YOUR INSTRUCTIONS ▸ Wherever a line below holds the word "useNotice", copy that line.

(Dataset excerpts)
[Start of Attachment]
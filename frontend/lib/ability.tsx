import { AbilityProvider, Can as CaslCan, useAbility, type CanProps } from '@casl/react';
import { useMemo, type ReactNode } from 'react';
import { defineAbilityFor, type Action, type AppAbility, type SubjectName } from '../../shared/permissions/ability.ts';
import { useSessionUser } from '@/lib/auth';

/**
 * The client's CASL ability, built from the signed-in person with the same `defineAbilityFor` the
 * server uses. It only decides what is shown; the server checks every request itself.
 */
export function AppAbilityProvider({ children }: { children: ReactNode }) {
  const user = useSessionUser();
  const id = user?.id;
  const rolesKey = user?.roles.join(',') ?? '';
  const ability = useMemo(
    () => defineAbilityFor(id ? { id, roles: user?.roles ?? [] } : null),
    // Rebuild only when the person or their roles change, not on every refetch of /me.
    // eslint-disable-next-line react-hooks/exhaustive-deps -- as above
    [id, rolesKey],
  );
  return <AbilityProvider value={ability}>{children}</AbilityProvider>;
}

export function useAppAbility(): AppAbility {
  return useAbility<AppAbility>();
}

/** `<Can I="read" a="Mailbox">…</Can>`, typed for our actions and subjects. */
export const Can = CaslCan as (props: CanProps<AppAbility>) => ReactNode;

/**
 * True when the ability allows `action` on every `subjectType`, not only on some
 * (`can('update', 'User')` with no conditions: the admin, not a member editing themself).
 * Walks the rules in CASL's priority order; the first rule without conditions decides.
 */
export function canOnEvery(ability: AppAbility, action: Action, subjectType: SubjectName): boolean {
  for (const rule of ability.rulesFor(action, subjectType)) {
    const limited = Boolean(rule.conditions) || Boolean(rule.fields);
    if (rule.inverted) return false;
    if (!limited) return true;
  }
  return false;
}
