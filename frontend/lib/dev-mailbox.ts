import { useQuery } from '@tanstack/react-query';
import { api, isApiProblem } from '@/lib/api-client';
import { useAppAbility } from '@/lib/ability';
import { mailboxKeys } from '@/features/mailbox/api/keys';

/**
 * Whether this server has the development mailbox (it answers 404 outside development mode).
 * The app frame uses it to leave the Outbox out of the navigation in production.
 */
export function useDevMailboxAvailable(): boolean {
  const ability = useAppAbility();
  const allowed = ability.can('read', 'Mailbox');
  const probe = useQuery({
    queryKey: mailboxKeys.probe(),
    queryFn: async ({ signal }) => {
      try {
        await api.get('/api/dev/mailbox', { query: { page: 1, pageSize: 1 }, signal });
        return true;
      } catch (error) {
        if (isApiProblem(error) && error.status === 404) return false;
        throw error;
      }
    },
    enabled: allowed,
    staleTime: Number.POSITIVE_INFINITY,
    retry: false,
  });
  // Until it answers (or if it fails for another reason) keep the entry: the page explains itself.
  return allowed && probe.data !== false;
}
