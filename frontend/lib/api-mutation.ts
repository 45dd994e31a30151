import { useMutation, useQueryClient, type QueryClient, type QueryKey } from '@tanstack/react-query';

/** The queries a change makes stale: fixed keys, or keys chosen from the answer. */
export type StaleKeys<TData> = readonly QueryKey[] | ((data: TData, queryClient: QueryClient) => readonly QueryKey[]);

/**
 * A change sent to the API. On success `onSuccess` first writes what the answer already holds into the
 * cache, then every query under `stale` is refetched; the mutation settles once they have been.
 */
export function useApiMutation<TData, TVariables = void>(
  mutationFn: (variables: TVariables) => Promise<TData>,
  stale: StaleKeys<TData> = [],
  onSuccess?: (data: TData, queryClient: QueryClient) => void,
) {
  const queryClient = useQueryClient();
  return useMutation({
    mutationFn,
    onSuccess: async (data: TData) => {
      onSuccess?.(data, queryClient);
      const keys = typeof stale === 'function' ? stale(data, queryClient) : stale;
      await Promise.all(keys.map((queryKey) => queryClient.invalidateQueries({ queryKey })));
    },
  });
}
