import { bestBeforeState } from '../../../shared/cellar/trace.ts';
import type { TodayBestBefore } from '../../../shared/schemas/today.ts';
import type { Database } from '../../db/database.ts';
import { loadShelfLifeSettings } from '../batches/shelf-life.ts';
import { bestBeforeRows } from './today.repository.ts';

const DAY = 86_400_000;

/**
 * Kegs still holding beer whose best-before is past or within the co-op's warning days
 * (Settings, shelf life: 7 by default), soonest first; `memberId` limits it to kegs that member has out.
 */
export async function bestBeforeKegs(db: Database, now: Date, o: { memberId?: string; showOwners: boolean; limit?: number }): Promise<TodayBestBefore> {
  const { nearDays } = await loadShelfLifeSettings(db);
  const until = new Date(now.getTime() + nearDays * DAY);
  const { total, items } = await bestBeforeRows(db, until, { memberId: o.memberId, limit: o.limit ?? 10 });
  return {
    total: Number(total),
    nearDays,
    items: items.map((r) => ({
      kegId: r.id,
      code: r.code,
      batchId: r.batch_id,
      batchName: r.batch_name,
      bestBefore: new Date(r.best_before!).toISOString(),
      state: bestBeforeState(r.best_before!, now, nearDays) === 'past' ? 'past' : 'near',
      whereabouts: r.whereabouts,
      tapCode: r.tap_code ?? null,
      memberName: o.showOwners ? (r.member_name ?? null) : null,
    })),
  };
}
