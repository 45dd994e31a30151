import { sql } from 'kysely';
import { bestBeforeState } from '../../../shared/cellar/trace.ts';
import type { TodayBestBefore } from '../../../shared/schemas/today.ts';
import type { Database } from '../../db/database.ts';
import { loadShelfLifeSettings } from '../batches/shelf-life.ts';

const DAY = 86_400_000;

/**
 * Kegs still holding beer whose best-before is past or within the co-op's warning days
 * (Settings, shelf life: 7 by default), soonest first; `memberId` limits it to kegs that member has out.
 */
export async function bestBeforeKegs(db: Database, now: Date, o: { memberId?: string; showOwners: boolean; limit?: number }): Promise<TodayBestBefore> {
  const { nearDays } = await loadShelfLifeSettings(db);
  const until = new Date(now.getTime() + nearDays * DAY);
  let base = db
    .selectFrom('keg_fill as kf')
    .innerJoin('equipment as e', 'e.id', 'kf.keg_id')
    .innerJoin('batch as b', 'b.id', 'kf.batch_id')
    .leftJoin('keg_whereabouts as kw', 'kw.keg_id', 'kf.keg_id')
    .leftJoin('equipment as tap', 'tap.id', 'kw.tap_id')
    .leftJoin('app_user as m', 'm.id', 'kw.member_id')
    .where('kf.emptied_at', 'is', null)
    .where('kf.best_before', '<=', until);
  if (o.memberId) base = base.where('kw.member_id', '=', o.memberId).where('kw.whereabouts', '=', 'with_member');
  const [{ n }, rows] = await Promise.all([
    base.select((eb) => eb.fn.countAll<number>().as('n')).executeTakeFirstOrThrow(),
    base
      .select([
        'e.id',
        'e.code',
        'b.id as batch_id',
        'b.name as batch_name',
        'kf.best_before',
        sql<string>`coalesce(kw.whereabouts, 'cellar')`.as('whereabouts'),
        'tap.code as tap_code',
        'm.name as member_name',
      ])
      .orderBy('kf.best_before')
      .orderBy('e.code')
      .limit(o.limit ?? 10)
      .execute(),
  ]);
  return {
    total: Number(n),
    nearDays,
    items: rows.map((r) => ({
      kegId: r.id,
      code: r.code,
      batchId: r.batch_id,
      batchName: r.batch_name,
      bestBefore: new Date(r.best_before!).toISOString(),
      state: bestBeforeState(r.best_before!, now, nearDays) === 'past' ? 'past' : 'near',
      whereabouts: r.whereabouts,
      tapCode: r.tap_code ?? null,
      memberName: o.showOwners ? (r.member_name ?? null) : null,
    })),
  };
}
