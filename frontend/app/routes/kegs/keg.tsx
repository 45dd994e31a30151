import { useState } from 'react';
import { Link, useParams } from 'react-router-dom';
import { subject } from '../../../../shared/permissions/ability.ts';
import { PageHeader, QueryFallback } from '@/components/layouts/page-header';
import { Alert } from '@/components/ui/alert';
import { Button, ButtonLink } from '@/components/ui/button';
import { DataTablePagination } from '@/components/ui/data-table';
import { useNotice } from '@/components/ui/notice';
import { Spinner } from '@/components/ui/spinner';
import { parentPages } from '@/config/paths';
import { useKeg, useKegHistory } from '@/features/kegs/api/kegs';
import { usePlanAction } from '@/features/carbonation/api/carbonation';
import { Cautions } from '@/components/safety/cautions';
import { BeerNotes, BestBefore, FillGauge, Whereabouts } from '@/features/kegs/components/keg-bits';
import { CheckOutDialog, EndingDialog, KegNotice, LevelDialog, MoveDialog, type Notice, type Open } from '@/features/kegs/components/keg-dialogs';
import { cellarPaths } from '@/config/cellar-paths';
import { StateBadge } from '@/features/equipment/components/state-badge';
import { RemindKegButton } from '@/features/reminders/reminders';
import { useDocumentTitle } from '@/hooks/use-document-title';
import { useUnits } from '@/hooks/use-units';
import { useAppAbility } from '@/lib/ability';
import { problemMessage } from '@/lib/api-client';
import { formatAbv, formatDate, formatDateTime } from '@/utils/format';

const KegRoute = () => {
  const { kegId = '' } = useParams();
  const keg = useKeg(kegId);
  const ability = useAppAbility();
  const units = useUnits();
  const [open, setOpen] = useState<Open>(null);
  const [page, setPage] = useState(1);
  const plan = usePlanAction();
  const [error, setError] = useState<string | null>(null);
  // The app's notice for most actions; a return, emptying or dump gets its own message, which offers Undo.
  const notice = useNotice();
  const [kegNotice, setKegNotice] = useState<Notice | null>(null);
  // A new action makes the last one's message stale.
  const openDialog = (o: Open) => {
    notice.clear();
    setKegNotice(null);
    setOpen(o);
  };
  const memberId = keg.data?.keg.member?.id ?? '';
  const canHistory = ability.can('readOwner', subject('Keg', { memberId }));
  const history = useKegHistory(kegId, page, Boolean(keg.data) && canHistory);
  useDocumentTitle(keg.data ? `${keg.data.keg.code} · Kegs` : 'Kegs');

  if (keg.isPending || keg.isError) return <QueryFallback query={keg} what="keg" />;
  const k = keg.data.keg;
  const canMove = ability.can('checkout', subject('Keg', { memberId }));
  const run = async (fn: () => Promise<unknown>) => {
    setError(null);
    try {
      await fn();
    } catch (e) {
      setError(problemMessage(e));
    }
  };
  const c = k.carbonation;
  return (
    <div className="flex flex-col gap-5">
      <PageHeader
        parent={parentPages.kegs}
        title={k.code}
        badge={<StateBadge state={k.state} />}
        intro={[k.name, k.capacityLiters ? units.volume(k.capacityLiters) : '', k.lock ? `${k.lock} lock` : '', k.serial ? `serial ${k.serial}` : '']
          .filter(Boolean)
          .join(' · ')}
        actions={
          <Link to={`/cellar/${k.id}`} className="text-sm">
            Registry page and bookings
          </Link>
        }
      />
      {error ? <Alert tone="error">{error}</Alert> : null}
      {kegNotice ? (
        <KegNotice
          key={kegNotice.undo?.id ?? kegNotice.text}
          kegId={k.id}
          notice={kegNotice}
          onUndone={(n, e) => {
            setKegNotice(n);
            setError(e ?? null);
          }}
        />
      ) : null}

      <div className="grid gap-4 lg:grid-cols-2">
        <section className="flex flex-col gap-3 rounded-lg border border-line bg-surface p-4" aria-labelledby="where-title">
          <h2 id="where-title" className="text-base">
            Where it is
          </h2>
          <div className="text-base">
            <Whereabouts keg={k} />
          </div>
          {k.since ? <p className="text-xs text-ink-muted">Since {formatDateTime(k.since)}</p> : null}
          {k.overdue && ability.can('remind', subject('Keg', { memberId })) ? (
            <RemindKegButton kegId={k.id} code={k.code} lastRemindedAt={k.lastRemindedAt} />
          ) : null}
          {canMove ? (
            <div className="flex flex-wrap gap-2">
              {k.whereabouts === 'with_member' ? (
                <Button className="min-h-12 md:min-h-12 pointer-coarse:min-h-12" onClick={() => openDialog('return')}>
                  Returned…
                </Button>
              ) : k.state !== 'out_of_service' && k.whereabouts !== 'missing' ? (
                <Button className="min-h-12 md:min-h-12 pointer-coarse:min-h-12" onClick={() => openDialog('check-out')}>
                  Check out to a member
                </Button>
              ) : null}
              {k.whereabouts !== 'with_member' ? (
                <Button variant="secondary" className="min-h-12 md:min-h-12 pointer-coarse:min-h-12" onClick={() => openDialog('move')}>
                  {k.whereabouts === 'missing' ? 'Found it' : 'Move'}
                </Button>
              ) : null}
            </div>
          ) : null}
        </section>

        <section className="flex flex-col gap-3 rounded-lg border border-line bg-surface p-4" aria-labelledby="holds-title">
          <h2 id="holds-title" className="text-base">
            What it holds
          </h2>
          {k.contents ? (
            <>
              <p className="text-base font-medium">{k.contents.batchName}</p>
              <dl className="grid grid-cols-[auto_1fr] gap-x-4 gap-y-1 text-sm">
                <dt className="text-ink-muted">Style</dt>
                <dd>{k.contents.style || '—'}</dd>
                <dt className="text-ink-muted">OG / FG</dt>
                <dd>
                  {k.contents.og?.toFixed(3) ?? '—'} / {k.contents.fg?.toFixed(3) ?? '—'}
                </dd>
                <dt className="text-ink-muted">ABV</dt>
                <dd>
                  {formatAbv(k.contents.abv)} <span className="text-xs text-ink-muted">(label and tax: local rules govern)</span>
                </dd>
                <dt className="text-ink-muted">Filled</dt>
                <dd>
                  {formatDateTime(k.contents.filledAt)} · {units.volume(k.contents.volumeLiters)}
                </dd>
                <dt className="text-ink-muted">Best before</dt>
                <dd>
                  <BestBefore contents={k.contents} />
                </dd>
                <BeerNotes contents={k.contents} />
                {k.contents.dissolvedOxygenPpb !== null ? (
                  <>
                    <dt className="text-ink-muted">Dissolved O₂</dt>
                    <dd>{k.contents.dissolvedOxygenPpb} ppb at filling</dd>
                  </>
                ) : null}
                <dt className="text-ink-muted">Left</dt>
                <dd>
                  <FillGauge keg={k} />
                </dd>
              </dl>
              {canMove ? (
                <div className="flex flex-wrap gap-2">
                  <Button variant="secondary" className="min-h-12 md:min-h-12 pointer-coarse:min-h-12" onClick={() => openDialog('level')}>
                    Note the level
                  </Button>
                  {ability.can('update', 'Equipment') ? (
                    <Button variant="secondary" className="min-h-12 md:min-h-12 pointer-coarse:min-h-12" onClick={() => openDialog('empty')}>
                      Emptied…
                    </Button>
                  ) : null}
                  {ability.can('update', 'Equipment') ? (
                    <Button variant="secondary" className="min-h-12 md:min-h-12 pointer-coarse:min-h-12" onClick={() => openDialog('dump')}>
                      Dumped…
                    </Button>
                  ) : null}
                </div>
              ) : null}
            </>
          ) : (
            <>
              <p className="text-ink-muted">Empty.</p>
              {ability.can('create', 'SanitationCycle') && k.state !== 'out_of_service' ? (
                <div className="flex flex-wrap gap-2">
                  <ButtonLink
                    to={cellarPaths.recordCycle(k.id)}
                    variant={k.state === 'ready' ? 'secondary' : 'primary'}
                    className="min-h-12 md:min-h-12 pointer-coarse:min-h-12"
                  >
                    Record a cycle
                  </ButtonLink>
                  {k.state === 'ready' && ability.can('create', 'Transfer') ? (
                    <ButtonLink to={cellarPaths.newTransfer({ kegIds: [k.id] })} variant="primary" className="min-h-12 md:min-h-12 pointer-coarse:min-h-12">
                      Transfer into it
                    </ButtonLink>
                  ) : null}
                </div>
              ) : null}
              {k.freshUntil && k.state === 'ready' ? <p className="text-xs text-ink-muted">Ready until {formatDateTime(k.freshUntil)}</p> : null}
            </>
          )}
        </section>
      </div>

      {k.contents ? (
        <section className="flex flex-col gap-3 rounded-lg border border-line bg-surface p-4" aria-labelledby="carb-title">
          <h2 id="carb-title" className="text-base">
            Carbonation
          </h2>
          {c ? (
            <>
              <p>
                {c.method === 'fast_start' ? 'Fast start' : 'Set and hold'} to {c.targetVolumes.toFixed(1)} volumes at {units.pressure(c.servingPressureKpa)}{' '}
                serving pressure
                {c.fastPressureKpa ? ` (fast start at ${units.pressure(c.fastPressureKpa)})` : ''}; ready about {formatDate(c.readyAt)}.
              </p>
              {c.lowerPressureAt && !c.pressureLoweredAt ? (
                <Alert
                  tone={new Date(c.lowerPressureAt) <= new Date() ? 'error' : 'info'}
                  title={`Lower the pressure to ${units.pressure(c.servingPressureKpa)} at ${formatDateTime(c.lowerPressureAt)}`}
                >
                  {ability.can('update', subject('CarbonationPlan', { memberId })) ? (
                    <Button
                      className="mt-2 min-h-12 md:min-h-12 pointer-coarse:min-h-12"
                      pending={plan.isPending}
                      onClick={() => run(() => plan.mutateAsync({ planId: c.planId, action: 'pressure-lowered' }))}
                    >
                      I lowered the pressure
                    </Button>
                  ) : null}
                </Alert>
              ) : null}
            </>
          ) : (
            <p className="text-ink-muted">No carbonation plan yet.</p>
          )}
          {ability.can('create', 'CarbonationPlan') ? (
            <div>
              <ButtonLink to={cellarPaths.carbonation(k.id)} variant="secondary" className="min-h-12 md:min-h-12 pointer-coarse:min-h-12">
                {c ? 'Change the plan' : 'Plan carbonation'}
              </ButtonLink>
            </div>
          ) : null}
          <Cautions kind="carbonation" />
        </section>
      ) : null}

      {canHistory ? (
        <section className="rounded-lg border border-line bg-surface p-4" aria-labelledby="history-title">
          <h2 id="history-title" className="text-base">
            History
          </h2>
          {history.isPending ? (
            <Spinner label="Loading the history" />
          ) : (
            <ol className="mt-2 divide-y divide-line text-sm">
              {history.data?.items.map((h, i) => (
                <li key={`${h.kind}-${h.refId}-${i}`} className="flex flex-wrap justify-between gap-2 py-2">
                  <span>
                    <span className="font-medium">{h.title}</span>
                    {h.detail ? <span className="block text-xs text-ink-muted">{h.detail}</span> : null}
                  </span>
                  <span className="text-right text-xs text-ink-muted">
                    {formatDateTime(h.at)}
                    {h.actor ? <span className="block">{h.actor}</span> : null}
                  </span>
                </li>
              ))}
            </ol>
          )}
          <DataTablePagination page={page} pageSize={50} total={history.data?.total ?? 0} onPageChange={setPage} noun={['event', 'events']} />
        </section>
      ) : null}

      {open === 'check-out' ? <CheckOutDialog keg={k} onClose={() => setOpen(null)} /> : null}
      {open === 'move' ? <MoveDialog keg={k} onClose={() => setOpen(null)} /> : null}
      {open === 'level' ? <LevelDialog keg={k} onClose={() => setOpen(null)} /> : null}
      {open === 'return' || open === 'empty' || open === 'dump' ? (
        <EndingDialog keg={k} ending={open} onClose={() => setOpen(null)} onDone={(n) => setKegNotice(n)} />
      ) : null}
    </div>
  );
};

export default KegRoute;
[End of Attachment]
ANSWER SPACE ▸
import { useNotice } from '@/components/ui/notice';
  const notice = useNotice();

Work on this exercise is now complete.